§ Work to be completed
In full and without alteration, output each record given here.
------
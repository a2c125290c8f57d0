// λ(t): the exponential gradient fit of core/fit applied to each time point's profile of a movie.
import { FitError, fitExponentialDecay } from '../fit';
import type { ExponentialFit, Profile } from '../model';

/** One time point's gradient profile and the egg length it was measured with (µm). */
export interface TimePointProfile {
  readonly tS: number;
  readonly profile: Profile;
  readonly eggLengthUm: number;
}

/** The fit at one time point, or the reason there is none. */
export interface LambdaAtTime {
  readonly tS: number;
  readonly fit: ExponentialFit | null;
  readonly error: string | null;
}

/**
 * Fits A·exp(−x/λ) + B to every time point's profile over fitRangeEl (x/EL). A time point whose fit fails (an
 * early frame with no gradient yet, say) gets fit = null and the fitter's one-line message; others go on.
 */
export function fitLambdaSeries(points: readonly TimePointProfile[], fitRangeEl: readonly [number, number]): LambdaAtTime[] {
  return points.map(({ tS, profile, eggLengthUm }) => {
    try {
      const fit = fitExponentialDecay(profile.xUm, profile.mean, { eggLengthUm, fitRangeEl, xEl: profile.xEl });
      return { tS, fit, error: null };
    } catch (e) {
      if (e instanceof FitError) return { tS, fit: null, error: e.message };
      throw e;
    }
  });
}

/**
 * The first time from which every later fitted λ (EL) stays within `tolerance` (relative) of the median of the
 * last `lastFrames` fitted values: when the gradient's shape has formed. NaN when no such time exists.
 */
export function shapeFormedAtS(series: readonly LambdaAtTime[], tolerance = 0.05, lastFrames = 3): number {
  const fitted = series.filter((s) => s.fit !== null);
  if (fitted.length < lastFrames) return NaN;
  const tail = fitted.slice(-lastFrames).map((s) => s.fit!.lambdaEl).sort((a, b) => a - b);
  const ref = tail[Math.floor((tail.length - 1) / 2)];
  let formed = NaN;
  for (let i = series.length - 1; i >= 0; i--) {
    const f = series[i].fit;
    if (!f || Math.abs(f.lambdaEl / ref - 1) > tolerance) break;
    formed = series[i].tS;
  }
  return formed;
}
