// results.json: every EmbryoResult of a batch as plain JSON (typed arrays become arrays; NaN becomes null).
import type { EmbryoResult, ExponentialFit, Profile } from '../model';

/** Schema tag and version written into results.json. */
export const RESULTS_SCHEMA = 'eggline-results';
export const RESULTS_VERSION = 1;

/** Serialise results as `{ schema, version, results }` JSON text (pretty-printed, typed arrays as plain arrays). */
export function resultsToJson(results: readonly EmbryoResult[]): string {
  const doc = { schema: RESULTS_SCHEMA, version: RESULTS_VERSION, results };
  return `${jsonWithArrays(doc, 1)}\n`;
}

function toFloat64(value: unknown, what: string): Float64Array {
  if (!Array.isArray(value)) throw new Error(`results.json: ${what} is not an array`);
  return Float64Array.from(value, (v) => (typeof v === 'number' ? v : Number.NaN));
}

function reviveProfile(p: Profile, file: string): Profile {
  const at = `profile "${p.channel}" of ${file}`;
  return {
    ...p, xEl: toFloat64(p.xEl, `${at} xEl`), xUm: toFloat64(p.xUm, `${at} xUm`),
    mean: toFloat64(p.mean, `${at} mean`), sd: toFloat64(p.sd, `${at} sd`), n: toFloat64(p.n, `${at} n`),
  };
}

function reviveFit(f: ExponentialFit, file: string): ExponentialFit {
  return { ...f, xEl: toFloat64(f.xEl, `fit xEl of ${file}`), residuals: toFloat64(f.residuals, `fit residuals of ${file}`) };
}

/** JSON text of values that may hold typed arrays (as plain arrays; NaN becomes null), `space` as in JSON.stringify. */
export function jsonWithArrays(value: unknown, space?: number): string {
  return JSON.stringify(value, (_key, v: unknown) => (ArrayBuffer.isView(v) ? Array.from(v as Float64Array) : v), space);
}

/** One parsed JSON result back into an EmbryoResult (arrays become Float64Array, null becomes NaN); `where` names it in errors. */
export function reviveResult(raw: unknown, where: string): EmbryoResult {
  const r = raw as EmbryoResult;
  if (typeof raw !== 'object' || raw === null || typeof r.file !== 'string' || (r.status !== 'ok' && r.status !== 'error')) {
    throw new Error(`${where} is not an embryo result (needs "file" and "status")`);
  }
  return {
    ...r,
    gradientProfile: r.gradientProfile ? reviveProfile(r.gradientProfile, r.file) : null,
    gradientFit: r.gradientFit ? reviveFit(r.gradientFit, r.file) : null,
    boundaryProfiles: (r.boundaryProfiles ?? []).map((p) => reviveProfile(p, r.file)),
    boundaries: r.boundaries ?? [], landmarks: r.landmarks ?? [], backgrounds: r.backgrounds ?? [], warnings: r.warnings ?? [],
  };
}

/** Read results.json text back into EmbryoResults (arrays become Float64Array, null becomes NaN); throws a one-line message. */
export function resultsFromJson(text: string): EmbryoResult[] {
  let doc: { schema?: unknown; version?: unknown; results?: unknown };
  try {
    doc = JSON.parse(text) as typeof doc;
  } catch (e) {
    throw new Error(`results.json: not valid JSON (${(e as Error).message})`);
  }
  if (typeof doc !== 'object' || doc === null || doc.schema !== RESULTS_SCHEMA) {
    throw new Error(`results.json: not an Eggline results file (schema must be "${RESULTS_SCHEMA}")`);
  }
  if (doc.version !== RESULTS_VERSION) throw new Error(`results.json: unsupported version ${String(doc.version)} (expected ${RESULTS_VERSION})`);
  if (!Array.isArray(doc.results)) throw new Error('results.json: "results" is not an array');
  return doc.results.map((r, i) => reviveResult(r, `results.json: entry ${i}`));
}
------
§ Completed exercise
repository a2c125290c8f57d0
// λ(t): the exponential gradient fit of core/fit applied to each time point's profile of a movie.
import { FitError, fitExponentialDecay } from '../fit';
import type { ExponentialFit, Profile } from '../model';

/** One time point's gradient profile and the egg length it was measured with (µm). */
export interface TimePointProfile {
  readonly tS: number;
  readonly profile: Profile;
  readonly eggLengthUm: number;
}

/** The fit at one time point, or the reason there is none. */
export interface LambdaAtTime {
  readonly tS: number;
  readonly fit: ExponentialFit | null;
  readonly error: string | null;
}

/**
 * Fits A·exp(−x/λ) + B to every time point's profile over fitRangeEl (x/EL). A time point whose fit fails (an
 * early frame with no gradient yet, say) gets fit = null and the fitter's one-line message; others go on.
 */
export function fitLambdaSeries(points: readonly TimePointProfile[], fitRangeEl: readonly [number, number]): LambdaAtTime[] {
  return points.map(({ tS, profile, eggLengthUm }) => {
    try {
      const fit = fitExponentialDecay(profile.xUm, profile.mean, { eggLengthUm, fitRangeEl, xEl: profile.xEl });
      return { tS, fit, error: null };
    } catch (e) {
      if (e instanceof FitError) return { tS, fit: null, error: e.message };
      throw e;
    }
  });
}

/**
 * The first time from which every later fitted λ (EL) stays within `tolerance` (relative) of the median of the
 * last `lastFrames` fitted values: when the gradient's shape has formed. NaN when no such time exists.
 */
export function shapeFormedAtS(series: readonly LambdaAtTime[], tolerance = 0.05, lastFrames = 3): number {
  const fitted = series.filter((s) => s.fit !== null);
  if (fitted.length < lastFrames) return NaN;
  const tail = fitted.slice(-lastFrames).map((s) => s.fit!.lambdaEl).sort((a, b) => a - b);
  const ref = tail[Math.floor((tail.length - 1) / 2)];
  let formed = NaN;
  for (let i = series.length - 1; i >= 0; i--) {
    const f = series[i].fit;
    if (!f || Math.abs(f.lambdaEl / ref - 1) > tolerance) break;
    formed = series[i].tS;
  }
  return formed;
}
// results.json: every EmbryoResult of a batch as plain JSON (typed arrays become arrays; NaN becomes null).
import type { EmbryoResult, ExponentialFit, Profile } from '../model';

/** Schema tag and version written into results.json. */
export const RESULTS_SCHEMA = 'eggline-results';
export const RESULTS_VERSION = 1;

/** Serialise results as `{ schema, version, results }` JSON text (pretty-printed, typed arrays as plain arrays). */
export function resultsToJson(results: readonly EmbryoResult[]): string {
  const doc = { schema: RESULTS_SCHEMA, version: RESULTS_VERSION, results };
  return `${jsonWithArrays(doc, 1)}\n`;
}

function toFloat64(value: unknown, what: string): Float64Array {
  if (!Array.isArray(value)) throw new Error(`results.json: ${what} is not an array`);
  return Float64Array.from(value, (v) => (typeof v === 'number' ? v : Number.NaN));
}

function reviveProfile(p: Profile, file: string): Profile {
  const at = `profile "${p.channel}" of ${file}`;
  return {
    ...p, xEl: toFloat64(p.xEl, `${at} xEl`), xUm: toFloat64(p.xUm, `${at} xUm`),
    mean: toFloat64(p.mean, `${at} mean`), sd: toFloat64(p.sd, `${at} sd`), n: toFloat64(p.n, `${at} n`),
  };
}

function reviveFit(f: ExponentialFit, file: string): ExponentialFit {
  return { ...f, xEl: toFloat64(f.xEl, `fit xEl of ${file}`), residuals: toFloat64(f.residuals, `fit residuals of ${file}`) };
}

/** JSON text of values that may hold typed arrays (as plain arrays; NaN becomes null), `space` as in JSON.stringify. */
export function jsonWithArrays(value: unknown, space?: number): string {
  return JSON.stringify(value, (_key, v: unknown) => (ArrayBuffer.isView(v) ? Array.from(v as Float64Array) : v), space);
}

/** One parsed JSON result back into an EmbryoResult (arrays become Float64Array, null becomes NaN); `where` names it in errors. */
export function reviveResult(raw: unknown, where: string): EmbryoResult {
  const r = raw as EmbryoResult;
  if (typeof raw !== 'object' || raw === null || typeof r.file !== 'string' || (r.status !== 'ok' && r.status !== 'error')) {
    throw new Error(`${where} is not an embryo result (needs "file" and "status")`);
  }
  return {
    ...r,
    gradientProfile: r.gradientProfile ? reviveProfile(r.gradientProfile, r.file) : null,
    gradientFit: r.gradientFit ? reviveFit(r.gradientFit, r.file) : null,
    boundaryProfiles: (r.boundaryProfiles ?? []).map((p) => reviveProfile(p, r.file)),
    boundaries: r.boundaries ?? [], landmarks: r.landmarks ?? [], backgrounds: r.backgrounds ?? [], warnings: r.warnings ?? [],
  };
}

/** Read results.json text back into EmbryoResults (arrays become Float64Array, null becomes NaN); throws a one-line message. */
export function resultsFromJson(text: string): EmbryoResult[] {
  let doc: { schema?: unknown; version?: unknown; results?: unknown };
  try {
    doc = JSON.parse(text) as typeof doc;
  } catch (e) {
    throw new Error(`results.json: not valid JSON (${(e as Error).message})`);
  }
  if (typeof doc !== 'object' || doc === null || doc.schema !== RESULTS_SCHEMA) {
    throw new Error(`results.json: not an Eggline results file (schema must be "${RESULTS_SCHEMA}")`);
  }
  if (doc.version !== RESULTS_VERSION) throw new Error(`results.json: unsupported version ${String(doc.version)} (expected ${RESULTS_VERSION})`);
  if (!Array.isArray(doc.results)) throw new Error('results.json: "results" is not an array');
  return doc.results.map((r, i) => reviveResult(r, `results.json: entry ${i}`));
}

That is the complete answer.